6. The three questions every meeting.
Regardless of what is on the agenda, three questions belong in every audit-committee meeting:
"What did internal audit find this quarter that surprised you?"
The answer should not be "nothing". An IA function that surprises no-one is either not looking hard enough or is not telling the committee everything.
"Which open findings worry you most, and why?"
The committee should hear the IA function's judgement, not just the status of the register. The findings that worry an experienced auditor are not always the ones with the highest financial impact.
"Where does management push back on your findings, and how is that being resolved?"
Productive disagreement is healthy. Persistent disagreement is a signal. The committee's job is to know which is which.
Frequently asked
How often should the audit committee meet?
The Companies Act, 2013 prescribes a minimum of four meetings a year for listed and prescribed companies, with not more than four months between meetings.

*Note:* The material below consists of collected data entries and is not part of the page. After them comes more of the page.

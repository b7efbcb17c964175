#!/usr/bin/env node
import { createRequire as __WEBPACK_EXTERNAL_createRequire } from "module";
/******/ var __webpack_modules__ = ({

/***/ 6214:
/***/ ((__unused_webpack_module, exports) => {

var __webpack_unused_export__;

__webpack_unused_export__ = ({ value: true });
// https://mathiasbynens.be/notes/javascript-encoding
// https://github.com/bestiejs/punycode.js - punycode.ucs2.decode
function ucs2length(str) {
    const len = str.length;
    let length = 0;
    let pos = 0;
    let value;
    while (pos < len) {
        length++;
        value = str.charCodeAt(pos++);
        if (value >= 0xd800 && value <= 0xdbff && pos < len) {
            // high surrogate, and there is a next character
            value = str.charCodeAt(pos);
            if ((value & 0xfc00) === 0xdc00)
                pos++; // low surrogate
        }
    }
    return length;
}
exports.A = ucs2length;
ucs2length.code = 'require("ajv/dist/runtime/ucs2length").default';
//# sourceMappingURL=ucs2length.js.map

/***/ }),

/***/ 1093:
/***/ ((__unused_webpack_module, __webpack_exports__, __nccwpck_require__) => {


// EXPORTS
__nccwpck_require__.d(__webpack_exports__, {
  ui: () => (/* binding */ CHECKS),
  Sd: () => (/* binding */ findCheck),
  k_: () => (/* binding */ runCheck)
});

// UNUSED EXPORTS: registryLimitKeys

// EXTERNAL MODULE: ./src/result/result.ts
var result = __nccwpck_require__(1628);
// EXTERNAL MODULE: ./src/core/format.ts
var format = __nccwpck_require__(6228);
;// CONCATENATED MODULE: ./src/checks/base-change.ts


/** Formats a fraction as a signed percentage, e.g. `+12.5%`. */
function percent(x) {
    if (!Number.isFinite(x))
        return (0,format/* formatNumber */.Z)(x);
    return `${x >= 0 ? '+' : ''}${(0,format/* formatNumber */.Z)(x * 100, 3)}%`;
}
const check = {
    id: 'base-change',
    title: 'Change against the base commit',
    limitKey: 'base_change',
    defaultLimit: 'off',
    direction: 'above',
    limitSummary: 'Relative change of the hold-out RMSE against the same model on the base branch.',
    description: `- Default \`off\`. Points at the \`fit\` line.
- Figure: (hold-out RMSE now - hold-out RMSE on the base commit) / hold-out RMSE on the base
  commit, for pull requests (the action) or \`fitgate check --base REF\`. Skipped for models new in
  the pull request and when no base commit is available. \`base_change: 0.1\` allows 10 % worse.`,
    advice: 'Find what made the hold-out error grow since the base commit (added terms, a smaller ridge penalty, changed rows) and undo it, or raise `base_change` when the change is intended.',
    line: (d) => d.termsLine,
    measure({ metrics, baseline }) {
        if (!baseline)
            return { value: null, reason: 'no-base', message: 'no model of this name to compare with on the base commit' };
        const base = baseline.metrics ? (0,result/* fromJsonNumber */.M)(baseline.metrics.holdout_rmse) : Number.NaN;
        if (Number.isNaN(base))
            return { value: null, reason: 'base-not-checked', message: 'the model could not be checked on the base commit' };
        const head = metrics.holdoutRmse;
        const value = base === 0 ? (head === 0 ? 0 : Infinity) : (head - base) / base;
        return {
            value,
            message: `hold-out RMSE ${(0,format/* formatNumber */.Z)(head)} against ${(0,format/* formatNumber */.Z)(base)} on the base commit (${percent(value)})`,
            detail: { base_holdout_rmse: base },
        };
    },
};
/* harmony default export */ const base_change = (check);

In practice, the cadence aligns with the quarterly results, with additional meetings called as needed for the annual IFC review or for specific events.
Should the internal auditor have direct access to the audit committee chair?
Yes. The internal auditor reports functionally to the audit committee; an open, direct channel to the committee chair (outside formal meetings) is essential and is normally formalised in the IA charter.
What is the audit committee's role in approving the IA firm appointment?
The audit committee recommends the appointment, reappointment, terms and remuneration of the internal auditor to the board. This includes formally approving any change of IA firm and the rotation of the lead engagement partner where applicable.
How does the audit committee handle a finding management rejects?
First, hear both sides. Second, if the disagreement involves a matter of judgement (e.g. classification of an item), the committee may accept either position with reasoning recorded. Third, if the disagreement involves a question of fact (e.g. whether a control exists), the committee may direct further work to resolve the factual question.
What is the role of the audit committee in fraud reporting?
Section 143(12) of the Companies Act, 2013 requires the statutory auditor to report any fraud above the prescribed threshold to the central government, and below the threshold to the audit committee. The audit committee should have a documented protocol for receiving and acting on such reports, including from internal sources, the IA function, and whistleblower channels.